Yours Truly in the Dojo

I'd just finished checking out a local gym. As I was leaving, I saw a couple of guys in gis (gis is plural for gi, a martial arts uniform). Curious, I approached them. At first I thought one of them was a black belt. He was older and I thought his belt was black. As I got closer I saw that it was purple. Or maybe blue. The other fellow was wearing an orange belt.

“Is there a class starting?” I asked.

“Yes, are you interested in Karate?”

I had no intention of signing up. But I wound up doing so, for a whole bunch of reasons. I’ll get into those some other time. One reason was that the yellow belt was friendly. He introduced me to the Sensei (teacher), who was also friendly, and who invited me to audit the class. Friendliness is important to me. It often tips the scales.

At first I thought it was going to be a small class, a handful of adults, maybe. It turned out to be mostly kids, swarms of them, and half a dozen adults. White, yellow, orange, green, purple, brown and black belts. About seven of us, five kids and two adults, did not have gis (though I had one at home). I wore black shorts and a black T-shirt. We were all barefoot.

I need to clarify something before I go on.

I may write about this further, in a series of posts. I don’t know yet. We’ll see how it goes. But if I do, I don’t want to use real names or locations. I may change details and characteristics to conceal identities, with a few exceptions. I want to respect the privacy of those I’m training with, and with whom I’ve trained. Everything else will be true.

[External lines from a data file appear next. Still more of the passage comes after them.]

"""Guessing the parts of a message: columns of a sample in, paths of id, time, label and weight out."""

from __future__ import annotations

import re
from collections.abc import Sequence
from dataclasses import dataclass, replace
from typing import Any

from stream.decoding.uses import ID, MAX_WEIGHT, TIME, WEIGHT, Use
from stream.runs.columns import NEARLY_ALL, Column, is_epoch, is_instant
from stream.runs.guesses import TIME_HINT, is_prose, rejects, unfit
from stream.settings import MessagePaths

__all__ = ["Role", "guess_roles"]

ID_HINT = re.compile(r"(^|_)(id|uuid|guid|key)$")
LABEL_HINT = re.compile(r"label|outcome|target|result|converted|success|fail|^is_|ed$")
WEIGHT_NAMES = {"example_weight", "sample_weight", "importance"}

NEARLY = 0.05
"""A path with 0 and 1 and no larger share of other values is told as a possible outcome."""
BAD_LABELS = MessagePaths().max_reject_share
"""Up to this share it can be the outcome: messages with other values are rejected, and the run goes on."""
FEW_MESSAGES = 20
"""Below this many messages, different values in each are no sign of an id."""
NO_TIME = "a text that is no RFC 3339 time"
BAD_ID = "will be learned, and rejected by `bedload score`"
BAD_TIME = "will be learned, but `bedload tune` is told no time by it"
ODD_TIME = replace(TIME, kinds=TIME.kinds - {"text"})  # any number is a time; an odd text is not


@dataclass(frozen=True, slots=True)
class Role:
    """A path for message.id, time, label or weight (None: none found), and a remark for the reader.

    `doubt`: what of the remark needs a look before anything is learned. `rejected`: messages of the sample
    that would be rejected for this path.
    """

    path: str | None
    remark: str
    doubt: str = ""
    rejected: frozenset[int] = frozenset()


def guess_roles(columns: Sequence[Column]) -> dict[str, Role]:
    """Which paths look like id, time, label and weight."""
    there = [column for column in columns if column.values]
    label = _label(
        [column for column in there if not unfit(column)], [column for column in there if column.addressable]
    )
    usual = [column.usual for column in there]
    usable = [column for column in usual if column.values and not unfit(column)]
    time = _time(there)
    others = [column for column in usable if column.path not in (label.path, time.path)]
    return {"id": _id(others), "time": time, "label": label, "weight": _weight(usable)}


def _id(columns: Sequence[Column]) -> Role:
    found = []
    for column in columns:
        if len(column.types) > 1 or not column.types <= {str, int}:
            continue
        absent = column.missing - len(column.odd)
        repeats = len(column.values) - column.distinct
        hinted = bool(ID_HINT.search(column.last))
        telling = column.types == {str} and column.messages >= FEW_MESSAGES and not absent + repeats
        if absent + repeats > (1 - NEARLY_ALL) * column.messages:
            continue
        if hinted or (telling and not column.instants and not is_prose(column)):
            flaws = _flaws(column.messages, absent, repeats)
            order = (column.last != "id", bool(flaws), not hinted, column.path.count("."))
            found.append((order, column, flaws))
    found.sort(key=lambda candidate: candidate[0])
    role = _role(
        [column.path for _, column, _ in found],
        f"different in every message{found[0][2]}" if found else "",
        "No path is different in every message.",
    )
    return _with_doubt(role, found[0][1], ID, BAD_ID) if found else role


def _time(columns: Sequence[Column]) -> Role:
    found = []
    for column in columns:
        hinted = bool(TIME_HINT.search(column.last))
        if not hinted and column.usual.types != {str}:
            continue
        column = column.only(is_instant if column.usual.types == {str} else is_epoch, NO_TIME)
        if unfit(column) or not (column.instants or column.epochs):
            continue
        absent = column.missing - len(column.odd)
        if absent <= (1 - NEARLY_ALL) * column.messages:
            rising = sum(a <= b for a, b in zip(column.values, column.values[1:], strict=False))
            found.append(((not hinted, -rising, column.path), column, _flaws(column.messages, absent, 0)))
    found.sort(key=lambda candidate: candidate[0])
    role = _role(
        [column.path for _, column, _ in found],
        f"a time in every message{found[0][2]}" if found else "",
        "No path holds a time in every message.",
    )
    return _with_doubt(role, found[0][1], ODD_TIME, BAD_TIME) if found else role


def _flaws(messages: int, absent: int, repeats: int) -> str:
    told = [f"{absent:,} of {messages:,} that have none"] if absent else []
    told += [f"{repeats:,} that repeat{'s' * (repeats == 1)} another's"] if repeats else []
    return f" but {' and '.join(told)}" if told else ""


def _with_doubt(role: Role, column: Column, use: Use, fate: str) -> Role:
    doubt, _ = rejects(column, use, fate)
    return replace(role, remark=" ".join(filter(None, [role.remark, doubt])), doubt=doubt)


def _label(columns: Sequence[Column], all_columns: Sequence[Column]) -> Role:
    found = []
    for place, column in enumerate(columns):
        if column.types <= {bool, int} and set(column.counts) <= {0, 1}:
            hinted = bool(LABEL_HINT.search(column.last))
            both = column.distinct == 2
            if both or hinted:
                found.append((not both, -_evidence(column, column.types), 0, not hinted, -place, column.path))
    nearly = {}
    for place, column in enumerate(all_columns):
        types, odd = _nearly_yes_no(column)
        if odd:
            nearly[column.path] = f"but for {odd:,} of {len(column.values):,} values"
            if odd <= BAD_LABELS * column.messages and LABEL_HINT.search(column.last):
                found.append((False, -_evidence(column, types), 1, False, -place, column.path))
    found.sort()
    role = _label_role(columns, [path for *_, path in found])
    doubts = [
        f'"{path}" is true / false or 1 / 0 {but}'
        + (", which would be rejected." if path == role.path else "; it was not taken.")
        for path, but in list(nearly.items())[:5]
    ]
    rejected = {row for column in all_columns if column.path == role.path for row in _no_label_rows(column)}
    return Role(role.path, " ".join([role.remark, *doubts]), " ".join(doubts), frozenset(rejected))


def _no_label_rows(column: Column) -> list[int]:
    pairs = zip(column.rows, column.values, strict=True)
    return [row for row, value in pairs if not _is_label(value)] + column.object_rows


def _is_label(value: Any) -> bool:
    return isinstance(value, bool | int) and value in (0, 1)


def _evidence(column: Column, types: frozenset[type]) -> int:
    return 2 * bool(column.missing) + 2 * bool(LABEL_HINT.search(column.last)) + (types == {bool})


def _nearly_yes_no(column: Column) -> tuple[frozenset[type], int]:
    """Types of the values that an outcome may have, and how many others a path has that is nearly one."""
    fit = [value for value in column.values if _is_label(value)]
    odd = len(column.values) - len(fit) + column.objects
    nearly = 0 < odd <= NEARLY * len(column.values) and len(set(fit)) == 2
    return frozenset(map(type, fit)), odd if nearly else 0


def _label_role(columns: Sequence[Column], found: list[str]) -> Role:
    absent = "No path holds true / false or 1 / 0: messages would be scored, never learned."
    worded = [
        f'"{column.path}"'
        for column in columns
        if column.types == {str} and column.distinct == 2 and not column.constant
    ]
    if not found and worded:
        absent += f" Two texts stand in {', '.join(worded[:5])}; a label must be true, false, 1 or 0."
    return _role(found, "true / false or 1 / 0", absent)


def _weight(columns: Sequence[Column]) -> Role:
    numbers = [
        c for c in columns if c.types <= {int, float} and min(c.values) >= 0 and max(c.values) <= MAX_WEIGHT
    ]
    found = [c for c in numbers if c.last in WEIGHT_NAMES]
    similar = [f'"{c.path}"' for c in numbers if c.last == "weight"]
    absent = "No path is named like an example weight."
    if similar:
        absent = f"{similar[0]} was taken for a property of the message, not for an example weight."
    role = _role([c.path for c in found], "numbers, none negative", absent)
    if not found:
        return role
    doubt, rows = rejects(found[0], WEIGHT)
    return replace(role, remark=" ".join(filter(None, [role.remark, doubt])), doubt=doubt, rejected=rows)


def _role(paths: list[str], why: str, absent: str) -> Role:
    if not paths:
        return Role(None, absent)
    remark = f"Guess: {why}."
    if len(paths) > 1:
        others = [f'"{path}"' for path in paths[1:6]] + ["..."] * (len(paths) > 6)
        remark += f" Other candidates: {', '.join(others)}; check which one it is."
    return Role(paths[0], remark)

I just turned fifty-eight. I have trained in martial arts three times in the past. The first time lasted a few months, with a guy named Wally Slocki in Toronto in the late eighties. Wally’s his real name; I always wondered what became of him. (After posting this, somebody corrected my spelling of Wally’s last name and now I know what became of him, and who he actually was: a legend in Canadian Martial Arts. I had no idea. I just knew he was a nice guy. More about Wally in another post.) The second time I trained lasted maybe three years. The third, and the most intense period, lasted close to a year. Each time I hit a point where I could not go on. Even now I can’t quite explain why. I would wrestle with it each time. There were multiple reasons I started training and multiple reasons I stopped.

But I never stopped thinking about Karate. I dreamt about it often. And now here I was training again, almost by accident. Or maybe not.

My wife and I moved to a new town a few months ago. Before we got here, I looked up various dojos (martial arts schools) to see what was available, vaccilating on whether to take another stab at it.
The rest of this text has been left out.